> **Task prompt**
Search the data below for "TableMeta"; list each line that holds it.

START Data to use

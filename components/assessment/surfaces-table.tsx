"use client";

import { flexRender, getCoreRowModel, useReactTable, type ColumnDef, type RowSelectionState } from "@tanstack/react-table";
import { memo, useMemo, useState } from "react";
import type { Row } from "@tanstack/react-table";
import type { AssessmentDoc, AssessmentSurface } from "@/lib/assessment/doc";
import { AssessmentProvider, useAssessmentCtx, type AssessmentCtx } from "./context";
import { U_UNIT } from "./layer-stack/format";
import * as f from "./results/format";
import type { SurfaceFigures, surfaceTotals } from "./surface-edits";
import { AreaField, ExistingStackField, KindField, LabelField, OpeningsEditor, openingsSummary, OrientationField, ProposedField, SurfaceFiguresText } from "./surface-fields";

export type RowActions = { duplicate: (i: number) => void; remove: (i: number) => void };

/** Column widths in rem (a fixed layout, so every input keeps a usable width); sticky columns stay in view while the table scrolls sideways. */
type Meta = { className: string; width: number };
/** What the cells read that changes while typing. The column definitions themselves stay the same
 * objects (a new cell function would be a new component type, remounting the inputs and losing focus). */
type TableMeta = { figures: Map<string, SurfaceFigures> | null; open: Set<string>; toggleOpen: (id: string) => void; actions: RowActions; units: "ip" | "si" };
const metaOf = (t: { options: { meta?: unknown } }) => t.options.meta as TableMeta;

const th = "px-2 py-2 text-left align-bottom text-xs font-semibold uppercase tracking-wide text-ink-muted";

/** The surfaces as an editable grid (desktop): real inputs in every cell, one row per surface. */
export function SurfacesTable({
  selection,
  onSelection,
  figures,
  totals,
  actions,
}: {
  selection: RowSelectionState;
  onSelection: (next: RowSelectionState) => void;
  figures: Map<string, SurfaceFigures> | null;
  totals: ReturnType<typeof surfaceTotals>;
  actions: RowActions;
}) {
  const ctx = useAssessmentCtx();
  const { doc, readOnly, units } = ctx;
  const [open, setOpen] = useState<Set<string>>(new Set());
  const toggleOpen = (id: string) => setOpen((o) => { const n = new Set(o); if (n.has(id)) n.delete(id); else n.add(id); return n; });

  const columns = useMemo(() => surfaceColumns(readOnly), [readOnly]);
  const meta: TableMeta = { figures, open, toggleOpen, actions, units };

  // eslint-disable-next-line react-hooks/incompatible-library -- TanStack Table re-renders on its own state; this component is not memoised
  const table = useReactTable({
    data: doc.surfaces,
    columns,
    getRowId: (s) => s.id,
    getCoreRowModel: getCoreRowModel(),
    enableRowSelection: !readOnly,
    state: { rowSelection: selection },
    onRowSelectionChange: (u) => onSelection(typeof u === "function" ? u(selection) : u),
    meta,
  });
  const colCount = table.getVisibleLeafColumns().length;
  const lead = readOnly ? 0 : 1;
  const issueSig = rowIssueSignatures(ctx.issues, ctx.warnings);
  const width = table.getVisibleLeafColumns().reduce((a, c) => a + (c.columnDef.meta as Meta).width, 0);

  return (
    <>
    <p className="text-sm text-ink-muted">One row per surface; the table scrolls sideways to its layer stacks, U and UA, with the label kept in view.</p>
    <div className="overflow-x-auto pb-1 [contain:content]" data-testid="surface-table">
      <table className="w-full table-fixed border-collapse text-sm" style={{ minWidth: `${width}rem` }} data-testid="surface-list">
        <caption className="sr-only">Surfaces of the house: one row each, with its openings, layer stacks and heat loss</caption>
        <colgroup>
          {table.getVisibleLeafColumns().map((c) => <col key={c.id} style={{ width: `${(c.columnDef.meta as Meta).width}rem` }} />)}
        </colgroup>
        <thead>
          {table.getHeaderGroups().map((g) => (
            <tr key={g.id} className="border-b border-line">
              {g.headers.map((h) => (
                <th key={h.id} scope="col" className={`${th} bg-white ${(h.column.columnDef.meta as Meta | undefined)?.className ?? ""}`}>
                  {h.isPlaceholder ? null : flexRender(h.column.columnDef.header, h.getContext())}
                </th>
              ))}
            </tr>
          ))}
        </thead>
        <tbody>
          {table.getRowModel().rows.map((row) => (
            <SurfaceRow
              key={row.id}
              row={row}
              ctx={ctx}
              surface={row.original}
              index={row.index}
              selected={row.getIsSelected()}
              expanded={open.has(row.id)}
              figures={figures?.get(row.id)}
              issueSig={issueSig.get(row.index) ?? ""}
              assemblies={doc.assemblies}
              upgrades={doc.upgrades}
              units={units}
              readOnly={readOnly}
              colCount={colCount}
            />
          ))}
        </tbody>
        <tfoot>
          <tr className="border-t-2 border-line font-semibold" data-testid="surface-totals">
            {lead ? <td /> : null}
            <th scope="row" className="px-2 py-2 text-left" colSpan={3}>Totals, {totals.count} surfaces</th>
            <td className="px-2 py-2 tabular-nums">{f.num(totals.gross)} ft²</td>
            <td className="px-2 py-2 tabular-nums">{f.num(totals.openings)} ft²</td>
            <td className="px-2 py-2 font-normal text-ink-muted" colSpan={2}>net {f.num(totals.net)} ft²</td>
            <td className="px-2 py-2 text-right tabular-nums" data-testid="surface-totals-ua">
              {totals.ua ? (
                <>
                  <span className="block">UA {f.num(f.uaValue(totals.ua.before, units), 1)}</span>
                  <span className="block font-normal text-ink-muted">→ {f.num(f.uaValue(totals.ua.after, units), 1)}</span>
                </>
              ) : "—"}
            </td>
            {readOnly ? null : <td />}
          </tr>
        </tfoot>
      </table>
    </div>
    </>
  );
}

function surfaceColumns(readOnly: boolean): ColumnDef<AssessmentSurface>[] {
  const cols: ColumnDef<AssessmentSurface>[] = [
    { id: "label", header: "Label", meta: { className: `sticky ${readOnly ? "left-0" : "left-10"} z-10`, width: 10.5 }, cell: ({ row }) => <LabelField i={row.index} compact /> },
    { id: "kind", header: "Kind", meta: { className: "", width: 6.75 }, cell: ({ row }) => <KindField i={row.index} compact /> },
    { id: "orientation", header: "Facing", meta: { className: "", width: 7.5 }, cell: ({ row }) => <OrientationField i={row.index} compact /> },
    { id: "area", header: "Gross ft²", meta: { className: "", width: 6 }, cell: ({ row }) => <AreaField i={row.index} compact /> },
    {
      id: "openings",
      header: "Openings",
      meta: { className: "", width: 7 },
      cell: ({ row, table }) => {
        const { open, toggleOpen } = metaOf(table);
        const s = row.original;
        const expanded = open.has(s.id);
        return (
          <button type="button" className="btn-ghost min-h-10 w-full justify-between gap-1 whitespace-nowrap px-2 py-1 text-sm" aria-expanded={expanded} aria-controls={`openings-${s.id}`} aria-label={`Windows and doors in “${s.name}”: ${openingsSummary(s)}`} onClick={() => toggleOpen(s.id)}>
            <span className="tabular-nums">{openingsSummary(s)}</span>
            <span aria-hidden="true">{expanded ? "▴" : "▾"}</span>
          </button>
        );
      },
    },
    { id: "existing", header: "Existing layer stack", meta: { className: "", width: 13 }, cell: ({ row }) => <ExistingStackField i={row.index} compact /> },
    { id: "proposed", header: "Proposed", meta: { className: "", width: 10 }, cell: ({ row }) => <ProposedField i={row.index} compact /> },
    { id: "figures", header: ({ table }) => <>U / UA<span className="block font-normal normal-case">{U_UNIT[metaOf(table).units]} · {f.uaUnit(metaOf(table).units)}</span></>, meta: { className: "text-right", width: 9 }, cell: ({ row, table }) => <SurfaceFiguresText figures={metaOf(table).figures?.get(row.original.id)} compact /> },
  ];
  if (readOnly) return cols;
  return [
    {
      id: "select",
      header: ({ table }) => (
        <input type="checkbox" className="h-5 w-5" aria-label="Select every surface" checked={table.getIsAllRowsSelected()} ref={(el) => { if (el) el.indeterminate = table.getIsSomeRowsSelected(); }} onChange={table.getToggleAllRowsSelectedHandler()} />
      ),
      meta: { className: "sticky left-0 z-10", width: 2.5 },
      cell: ({ row }) => <input type="checkbox" className="h-5 w-5" aria-label={`Select “${row.original.name}”`} checked={row.getIsSelected()} onChange={row.getToggleSelectedHandler()} />,
    },
    ...cols,
    {
      id: "actions",
      header: () => <span className="sr-only">Row actions</span>,
      meta: { className: "", width: 10.5 },
      cell: ({ row, table }) => (
        <div className="flex gap-1">
          <button type="button" className="btn-ghost min-h-10 px-2 py-1 text-sm" aria-label={`Duplicate “${row.original.name}”`} onClick={() => metaOf(table).actions.duplicate(row.index)}>Duplicate</button>
          <button type="button" className="btn-ghost min-h-10 px-2 py-1 text-sm text-danger" aria-label={`Delete “${row.original.name}”`} onClick={() => metaOf(table).actions.remove(row.index)}>Delete</button>
        </div>
      ),
    },
  ];
}


/** Per row index, a string of the reasons and warnings whose path is inside that surface. */
function rowIssueSignatures(issues: Map<string, string[]>, warnings: Map<string, string[]>): Map<number, string> {
  const out = new Map<number, string>();
  for (const [tag, m] of [["e", issues], ["w", warnings]] as const) {
    for (const [path, msgs] of m) {
      const hit = /^surfaces\.(\d+)\./.exec(path);
      if (!hit) continue;
      const i = Number(hit[1]);
      out.set(i, `${out.get(i) ?? ""}|${tag}:${path}=${msgs.join("¦")}`);
    }
  }
  return out;
}

type RowProps = {
  row: Row<AssessmentSurface>;
  ctx: AssessmentCtx;
  surface: AssessmentSurface;
  index: number;
  selected: boolean;
  expanded: boolean;
  figures: SurfaceFigures | undefined;
  issueSig: string;
  assemblies: AssessmentDoc["assemblies"];
  upgrades: AssessmentDoc["upgrades"];
  units: "ip" | "si";
  readOnly: boolean;
  colCount: number;
};

/** The label (and the selection box before it) stay in view while the table scrolls sideways. */
const sticky = (id: string, readOnly: boolean) => (id === "select" ? "sticky left-0 z-10" : id === "label" ? `sticky ${readOnly ? "left-0" : "left-10"} z-10 shadow-[1px_0_0_var(--color-line)]` : "");

const sameFigures = (a: SurfaceFigures | undefined, b: SurfaceFigures | undefined) =>
  a === b || (!!a && !!b && a.uBefore === b.uBefore && a.uAfter === b.uAfter && a.uaBefore === b.uaBefore && a.uaAfter === b.uaAfter);

/**
 * One surface's row. A keystroke in one row re-renders that row only: the row gives its cells
 * their own provider, whose value changes only when something the row shows has changed (its
 * surface, its reasons, its figures, the stacks and upgrades it lists, selection, units).
 */
const SurfaceRow = memo(
  function SurfaceRow({ row, ctx, surface, index, selected, expanded, colCount, readOnly }: RowProps) {
    const lead = readOnly ? 0 : 1;
    return (
      <AssessmentProvider value={ctx}>
        <tr className="border-b border-line/60 align-top" data-testid={`surface-${index}`} data-surface-id={surface.id}>
          {row.getVisibleCells().map((c) => (
            <td key={c.id} className={`px-2 py-1.5 ${c.column.id === "figures" ? "pt-2.5 text-right" : ""} ${c.column.id === "select" ? "pt-3.5" : ""} ${sticky(c.column.id, readOnly)} ${selected ? "bg-spruce-50" : "bg-white"}`}>
              {flexRender(c.column.columnDef.cell, c.getContext())}
            </td>
          ))}
        </tr>
        {expanded ? (
          <tr id={`openings-${surface.id}`} className="border-b border-line/60 bg-paper" data-testid={`surface-${index}-openings`}>
            {lead ? <td /> : null}
            <td colSpan={colCount - lead} className="px-2 py-3">
              <div className="max-w-3xl"><OpeningsEditor index={index} compact /></div>
            </td>
          </tr>
        ) : null}
      </AssessmentProvider>
    );
  },
  (a, b) =>
    a.surface === b.surface && a.index === b.index && a.selected === b.selected && a.expanded === b.expanded && a.issueSig === b.issueSig &&
    sameFigures(a.figures, b.figures) && a.assemblies === b.assemblies && a.upgrades === b.upgrades && a.units === b.units && a.readOnly === b.readOnly &&
    a.colCount === b.colCount && a.ctx.update === b.ctx.update,
);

END Data to use

> **Result**
type TableMeta = { figures: Map<string, SurfaceFigures> | null; open: Set<string>; toggleOpen: (id: string) => void; actions: RowActions; units: "ip" | "si" };
const metaOf = (t: { options: { meta?: unknown } }) => t.options.meta as TableMeta;
  const meta: TableMeta = { figures, open, toggleOpen, actions, units };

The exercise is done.